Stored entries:
%%
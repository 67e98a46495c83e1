import type { Curve } from './curve.js';

/** The families of curves that EN 1993 draws through a detail category. */
export type CategoryFamily = 'normal-stress' | 'shear-stress' | 'tension-component';

/** Cycles at which EN 1993 states a detail category. */
const CATEGORY_CYCLES = 2e6;

/**
 * The curve of a detail category of EN 1993: the category is the range at 2 million cycles.
 * - normal stress: slope 3 to 5 million cycles, 5 to 100 million, nothing below;
 * - shear stress: slope 5 to 100 million cycles, nothing below;
 * - tension component: slope 4 above the category, 6 below it, no cut-off.
 *
 * @param categoryMpa range at 2 million cycles, MPa
 * @throws RangeError for a category that is not above zero
 * Source: EN 1993-1-9 clause 7.1 (from memory); EN 1993-1-11:2006 Figure 9.1 (secondary).
 */
export function categoryCurve(family: CategoryFamily, categoryMpa: number): Curve {
  if (!(categoryMpa > 0)) throw new RangeError(`A detail category must be above zero, not ${categoryMpa}.`);
  const through = (range: number, cycles: number, m: number): number =>
    Math.log10(cycles) + m * Math.log10(range);
  switch (family) {
    case 'normal-stress': {
      const knee = categoryMpa * (CATEGORY_CYCLES / 5e6) ** (1 / 3);
      const cutOff = knee * (5e6 / 1e8) ** (1 / 5);
      return {
        segments: [
          { above: knee, m: 3, log10a: through(categoryMpa, CATEGORY_CYCLES, 3) },
          { above: cutOff, m: 5, log10a: through(knee, 5e6, 5) },
        ],
      };
    }
    case 'shear-stress': {
      const cutOff = categoryMpa * (CATEGORY_CYCLES / 1e8) ** (1 / 5);
      return { segments: [{ above: cutOff, m: 5, log10a: through(categoryMpa, CATEGORY_CYCLES, 5) }] };
    }
    case 'tension-component':
      return {
        segments: [
          { above: categoryMpa, m: 4, log10a: through(categoryMpa, CATEGORY_CYCLES, 4) },
          { above: 0, m: 6, log10a: through(categoryMpa, CATEGORY_CYCLES, 6) },
        ],
      };
  }
}
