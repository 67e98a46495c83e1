import type { Curve } from './curve.js';

/**
 * What is wrong with a curve somebody wrote down, one sentence each; an empty list means it can be used.
 * Asked of curves from outside (configuration files, a firm's own curves); reference data are tested once for all.
 */
export function curveProblems(curve: Curve): string[] {
  const problems: string[] = [];
  const { segments } = curve;
  if (segments.length === 0) problems.push('A curve needs at least one segment.');
  segments.forEach(({ above, m, log10a }, index) => {
    const place = `Segment ${index + 1}`;
    if (!(above >= 0 && above < Infinity))
      problems.push(`${place}: "above" must be zero or more, not ${above}.`);
    if (!(m > 0 && m < Infinity)) problems.push(`${place}: the slope m must be above zero, not ${m}.`);
    if (!Number.isFinite(log10a)) problems.push(`${place}: log10a must be a number, not ${log10a}.`);
    if (index > 0 && !(above < segments[index - 1].above)) {
      problems.push(`${place}: segments must run from high to low ranges.`);
    }
  });
  return problems;
}
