using System.Text.Encodings.Web;
using System.Text.Json;
using System.Text.Json.Serialization;
using FrameSafe.Tool.Surveying;

namespace FrameSafe.Tool.Gating;

/// <summary>One accepted finding, known by rule, project, member and code: lines may move, files be renamed.</summary>
/// <param name="File">The file that it was first found in, for the reader.</param>
/// <param name="Project">The project.</param>
/// <param name="Member">The member.</param>
/// <param name="Rule">The rule.</param>
/// <param name="Code">The line of code, without its indentation.</param>
/// <param name="Count">How many findings are alike in all of these.</param>
internal sealed record LedgerEntry(string File, string Project, string Member, string Rule, string Code, int Count)
{
    [JsonIgnore]
    internal FindingIdentity Identity => new(Rule, Project, Member, Code);
}

/// <summary>The accepted known findings, which may only become fewer, and the coverage, which may only become more.</summary>
internal sealed class Ledger
{
    internal const int CurrentVersion = 1;

    private static readonly JsonSerializerOptions Layout = new()
    {
        WriteIndented = true,
        PropertyNamingPolicy = JsonNamingPolicy.CamelCase,
        UnmappedMemberHandling = JsonUnmappedMemberHandling.Disallow,
        RespectRequiredConstructorParameters = true,
        RespectNullableAnnotations = true,
        Encoder = JavaScriptEncoder.UnsafeRelaxedJsonEscaping,
    };

    private Ledger(IReadOnlyList<LedgerEntry> entries, int taggedPerMille)
    {
        Entries = entries;
        CoveragePerMille = taggedPerMille;
    }

    /// <summary>The accepted findings, in the order of file, member, rule and code: a change shows as lines added or removed.</summary>
    internal IReadOnlyList<LedgerEntry> Entries { get; }

    /// <summary>The least coverage, in thousandths.</summary>
    internal int CoveragePerMille { get; }

    internal static Ledger Of(Survey survey) => new(
        [
            .. survey.Findings
                .GroupBy(finding => finding.Identity)
                .Select(group => new LedgerEntry(
                    group.First().Place.Path, group.Key.Project, group.Key.Member, group.Key.Rule, group.Key.Code, group.Count()))
                .OrderBy(entry => entry.File, StringComparer.Ordinal)
                .ThenBy(entry => entry.Member, StringComparer.Ordinal)
                .ThenBy(entry => entry.Rule, StringComparer.Ordinal)
                .ThenBy(entry => entry.Code, StringComparer.Ordinal)
                .ThenBy(entry => entry.Project, StringComparer.Ordinal),
        ],
        survey.Numbers == 0 ? 1000 : (int)(1000L * survey.Tagged / survey.Numbers));

    /// <exception cref="BadInputException">There is no such file, or it is no ledger of this version.</exception>
    internal static Ledger Read(string path)
    {
        if (!File.Exists(path))
            throw new BadInputException($"{path}: there is no such ledger; gate --start writes the first one.");
        try
        {
            Form form = JsonSerializer.Deserialize<Form>(File.ReadAllText(path), Layout)
                ?? throw new BadInputException($"{path}: not a ledger: the file is empty.");
            if (form.Version != CurrentVersion)
                throw new BadInputException($"{path}: a ledger of version {form.Version}; this tool reads version {CurrentVersion}.");
            if (form.Entries.FirstOrDefault(entry => entry.Count < 1) is { } empty)
                throw new BadInputException($"{path}: not a ledger: the count of {empty.Rule} in {empty.Member} is {empty.Count}; it is at least 1.");
            if (form.CoveragePerMille is < 0 or > 1000)
                throw new BadInputException($"{path}: not a ledger: coveragePerMille is {form.CoveragePerMille}; it is from 0 to 1000.");
            return new(form.Entries, form.CoveragePerMille);
        }
        catch (JsonException exception)
        {
            string where = exception.LineNumber is { } line ? $" at line {line + 1}, column {exception.BytePositionInLine + 1}" : "";
            throw new BadInputException($"{path}: not a ledger{where}: {exception.Message.Split(" Path:")[0].ReplaceLineEndings(" ")}");
        }
        catch (Exception exception) when (exception is IOException or UnauthorizedAccessException)
        {
            throw new BadInputException($"{path}: cannot be read: {exception.Message}");
        }
    }

    internal string ToText() => JsonSerializer.Serialize(new Form(CurrentVersion, CoveragePerMille, Entries), Layout) + "\n";

    /// <summary>What a survey has beyond the ledger, and what the ledger has beyond the survey.</summary>
    internal (IReadOnlyList<LedgerEntry> New, IReadOnlyList<LedgerEntry> Gone) Compare(Ledger current)
        => (Beyond(current.Entries, Entries), Beyond(Entries, current.Entries));

    /// <summary>This ledger less what is gone; never with what is new.</summary>
    internal Ledger Shrunk(Ledger current)
    {
        Dictionary<FindingIdentity, int> left = Counts(current.Entries);
        return new(
            [
                .. Entries
                    .Select(entry => entry with { Count = Math.Min(entry.Count, left.GetValueOrDefault(entry.Identity)) })
                    .Where(entry => entry.Count > 0),
            ],
            Math.Max(CoveragePerMille, current.CoveragePerMille));
    }

    private static List<LedgerEntry> Beyond(IReadOnlyList<LedgerEntry> entries, IReadOnlyList<LedgerEntry> others)
    {
        Dictionary<FindingIdentity, int> known = Counts(others);
        return
        [
            .. entries
                .Select(entry => entry with { Count = entry.Count - known.GetValueOrDefault(entry.Identity) })
                .Where(entry => entry.Count > 0),
        ];
    }

    private static Dictionary<FindingIdentity, int> Counts(IReadOnlyList<LedgerEntry> entries)
        => entries.GroupBy(entry => entry.Identity).ToDictionary(group => group.Key, group => group.Sum(entry => entry.Count));

    private sealed record Form(int Version, int CoveragePerMille, IReadOnlyList<LedgerEntry> Entries);
}
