using FrameSafe.Tool.Reports;
using FrameSafe.Tool.Surveying;

namespace FrameSafe.Tool.Gating;

/// <summary>What a survey comes to against a ledger.</summary>
internal sealed class Judgement
{
    private readonly Ledger _ledger;
    private readonly Ledger _current;
    private readonly IReadOnlyList<Finding> _new;
    private readonly IReadOnlyList<LedgerEntry> _gone;
    private readonly int _found;

    private Judgement(Ledger ledger, Ledger current, IReadOnlyList<Finding> @new, IReadOnlyList<LedgerEntry> gone, int found)
    {
        _ledger = ledger;
        _current = current;
        _new = @new;
        _gone = gone;
        _found = found;
    }

    internal int GoneCount => _gone.Sum(entry => entry.Count);

    internal bool CanShrink => _gone.Count > 0 || _current.CoveragePerMille > _ledger.CoveragePerMille;

    private bool IsCovered => _current.CoveragePerMille >= _ledger.CoveragePerMille;

    internal static Judgement Of(Ledger ledger, Ledger current, Survey survey)
    {
        (IReadOnlyList<LedgerEntry> added, IReadOnlyList<LedgerEntry> gone) = ledger.Compare(current);
        ILookup<FindingIdentity, Finding> findings = survey.Findings.ToLookup(finding => finding.Identity);
        // Of findings alike the later ones count as the new ones.
        return new(ledger, current, [.. added.SelectMany(entry => findings[entry.Identity].TakeLast(entry.Count))], gone, survey.Findings.Count);
    }

    internal bool Passes(bool shrinks) => _new.Count == 0 && IsCovered && (_gone.Count == 0 || shrinks);

    internal IEnumerable<string> Lines(bool shrinks)
    {
        foreach (Finding finding in _new)
        {
            string level = finding.Severity == Microsoft.CodeAnalysis.DiagnosticSeverity.Error ? "error" : "warning";
            yield return $"{finding.Place.Path}({finding.Place.Line},{finding.Place.Column}): {level} {finding.Rule}: {finding.Message}";
        }

        if (!shrinks)
        {
            foreach (LedgerEntry entry in _gone)
                yield return $"{entry.File}: {entry.Rule} in {entry.Member} is gone from the code ({entry.Code}); take it out of the ledger with --shrink.";
        }

        if (!IsCovered)
            yield return $"Coverage of tags fell to {Screen.Percent(_current.CoveragePerMille / 1000.0)} from {Screen.Percent(_ledger.CoveragePerMille / 1000.0)}.";
        yield return Passes(shrinks)
            ? $"Gate passed: {Screen.Count(_found)}, all of them in the ledger."
            : $"Gate failed: {_new.Count} new, {GoneCount} gone{(IsCovered ? "" : ", less covered")}.";
    }
}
%%
What the task asks >> Check each line above for the string "more" and copy the ones that have it.

Answer area >>
      problems.push(`${place}: "above" must be zero or more, not ${above}.`);
/// <summary>The accepted known findings, which may only become fewer, and the coverage, which may only become more.</summary>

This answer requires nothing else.